Image by flickr/vgm8383, CC BY-NC 2.0

Acupuncture is generally painless. It even has a calming effect and increases a sense of well-being, partly by releasing endorphins. However, a patient who is normally not sensitive to needle insertion may occasionally feel a slight prick. While the experience doesn’t reduce the overall treatment comfort, it does often cause wonderment as to why it occurs.

This doesn’t apply to pain due to poor needling technique from either inexperience or distraction; or to apprehension that may result in hypersensitivity. Rather, these are my thoughts on what is happening during the random instances of needle sensitivity.

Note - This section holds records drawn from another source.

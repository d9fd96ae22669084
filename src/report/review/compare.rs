//! A corridor's figures: as it was, as it would have been, and what the difference is.

use chrono::{DateTime, Utc};

use super::{
    clock::Clock,
    figures::{NO_BALANCE, minutes, mw, name, room, signed},
};
use crate::{
    desk::State,
    review::{Binding, CorridorReview, Course},
};

/// Parts of the time for which the headroom is told, %.
pub(super) const HELD_PCT: [u8; 5] = [100, 99, 95, 90, 50];

/// One figure of a corridor.
pub(super) struct Row {
    pub what: String,
    pub was: String,
    /// Empty without a what-if.
    pub would: String,
    /// Empty where there is nothing to subtract.
    pub difference: String,
}

/// Both courses of a corridor, to be told side by side.
struct Side<'a> {
    was: &'a Course,
    would: Option<&'a Course>,
}

impl Side<'_> {
    fn number(&self, what: &str, places: usize, show: fn(f64) -> String, of: impl Fn(&Course) -> Option<f64>) -> Row {
        let [was, would] = [Some(self.was), self.would].map(|course| course.map(&of));
        let shown = |value: Option<f64>, course| value.map_or_else(|| unknown(course).into(), show);
        let difference = was.flatten().zip(would.flatten()).map(|(was, would)| signed(would - was, places));
        Row {
            what: what.into(),
            was: was.map_or(String::new(), |was| shown(was, self.was)),
            would: would.zip(self.would).map_or(String::new(), |(would, course)| shown(would, course)),
            difference: difference.unwrap_or_default(),
        }
    }

    fn words(&self, what: &str, of: impl Fn(&Course) -> Option<String>) -> Row {
        let shown = |course: &Course| of(course).unwrap_or_else(|| unknown(course).into());
        Row {
            what: what.into(),
            was: shown(self.was),
            would: self.would.map_or(String::new(), shown),
            difference: String::new(),
        }
    }
}

/// What to say where there is no number.
pub(super) fn unknown(course: &Course) -> &'static str {
    if course.unbalanced.is_some() { NO_BALANCE } else { "never known" }
}

/// When it was worst.
pub(super) fn first_worst(course: &Course) -> Option<DateTime<Utc>> {
    course.unbalanced.map(|unbalanced| unbalanced.first).or(course.least.as_ref().map(|least| least.time))
}

/// All figures of a corridor that are one number or one word.
pub(super) fn rows(clock: &Clock, corridor: &CorridorReview) -> Vec<Row> {
    let side = Side { was: &corridor.was, would: corridor.what_if.as_ref() };
    let least = |course: &Course| course.lowest().cloned();
    let mut rows = vec![
        side.number("lowest transfer, MW", 0, mw, |course| course.transfer_mw.map(|[low, _]| low)),
        side.number("mean transfer, MW", 0, mw, Course::mean_transfer_mw),
        side.number("highest transfer, MW", 0, mw, |course| course.transfer_mw.map(|[_, high]| high)),
        side.number("least headroom, MW", 0, room, |course| least(course).map(|least| least.headroom_mw)),
        side.number("  its spread, ± MW", 0, |sd| mw(sd.ceil()), |course| least(course)?.headroom_sd_mw),
        side.words("  when", |course| first_worst(course).map(|time| clock.when(time))),
        side.words("  set by", |course| least(course)?.binding.as_ref().map(cause)),
        side.number("  transfer then, MW", 0, mw, |course| least(course)?.transfer_mw),
    ];
    rows.extend(HELD_PCT.map(|pct| {
        let held = |course: &Course| course.held_for(f64::from(pct) / 100.0).map(f64::from);
        side.number(&format!("headroom for {pct} % of time, MW"), 0, mw, held)
    }));
    rows.extend(STATES.map(|state| {
        side.number(&format!("minutes {}", state.word()), 1, minutes, |course| Some(course.minutes(state)))
    }));
    if side.would.is_some_and(|would| would.unbalanced.is_some()) {
        let lasted = |course: &Course| Some(course.unbalanced.map_or(0, |unbalanced| unbalanced.ms) as f64 / 60_000.0);
        rows.push(side.number("minutes without balance", 1, minutes, lasted));
    }
    rows.push(side.number("alarms raised", 0, mw, |course| {
        Some(course.alarms.iter().map(|count| count.raised).sum::<u64>() as f64)
    }));
    rows
}

/// In the order in which they are told.
pub(super) const STATES: [State; 4] = [State::Ample, State::Thin, State::Spent, State::Blind];

/// What set a headroom, its name fit to be shown.
pub(super) fn cause(binding: &Binding) -> String {
    let outage = binding.outage.as_ref().map_or("nothing lost".into(), |outage| format!("{} out", name(outage)));
    format!("{outage}, {}", binding.criterion.word())
}

/// What set headrooms, and for which part of the time: as it was, and as it would have been; the longest first.
pub(super) fn causes(corridor: &CorridorReview) -> Vec<(&Binding, [f64; 2])> {
    let mut causes: Vec<(&Binding, [f64; 2])> = Vec::new();
    for (place, course) in [Some(&corridor.was), corridor.what_if.as_ref()].into_iter().enumerate() {
        for share in course.map(|course| course.binding_ms.shares()).unwrap_or_default() {
            let known = causes.iter().position(|(known, _)| *known == share.of).unwrap_or_else(|| {
                causes.push((share.of, [0.0; 2]));
                causes.len() - 1
            });
            causes[known].1[place] = share.part;
        }
    }
    causes
}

The skin is our first line of defense against external threats. Its dermal layer is made of dense irregular connective tissue, mimicking a woven fabric that absorbs forces from a multitude of directions. This ensures our skin doesn’t tear from the slightest impact.

Acupuncture needles are finely honed, with a diameter that is often less than or equal to that of head hair. So its profile isn’t a threat, and the connective tissue normally separates to accommodate needle insertion.

Sometimes the angle of insertion may allow the needle to catch on the tissue fabric, triggering a nerve signal and pricking sensation. Not a big deal. We can normally disregard the sensation because it’s so fleeting, or adjust the needle angle to prevent irritation.

Dehydration can also play a role by causing irritability of the sensory nerves; or increasing the friction between tissue fibers, elevating puncture resistance. While we can’t stop a bullet with our skin, we can hinder artful needling technique. So, as always, stay hydrated.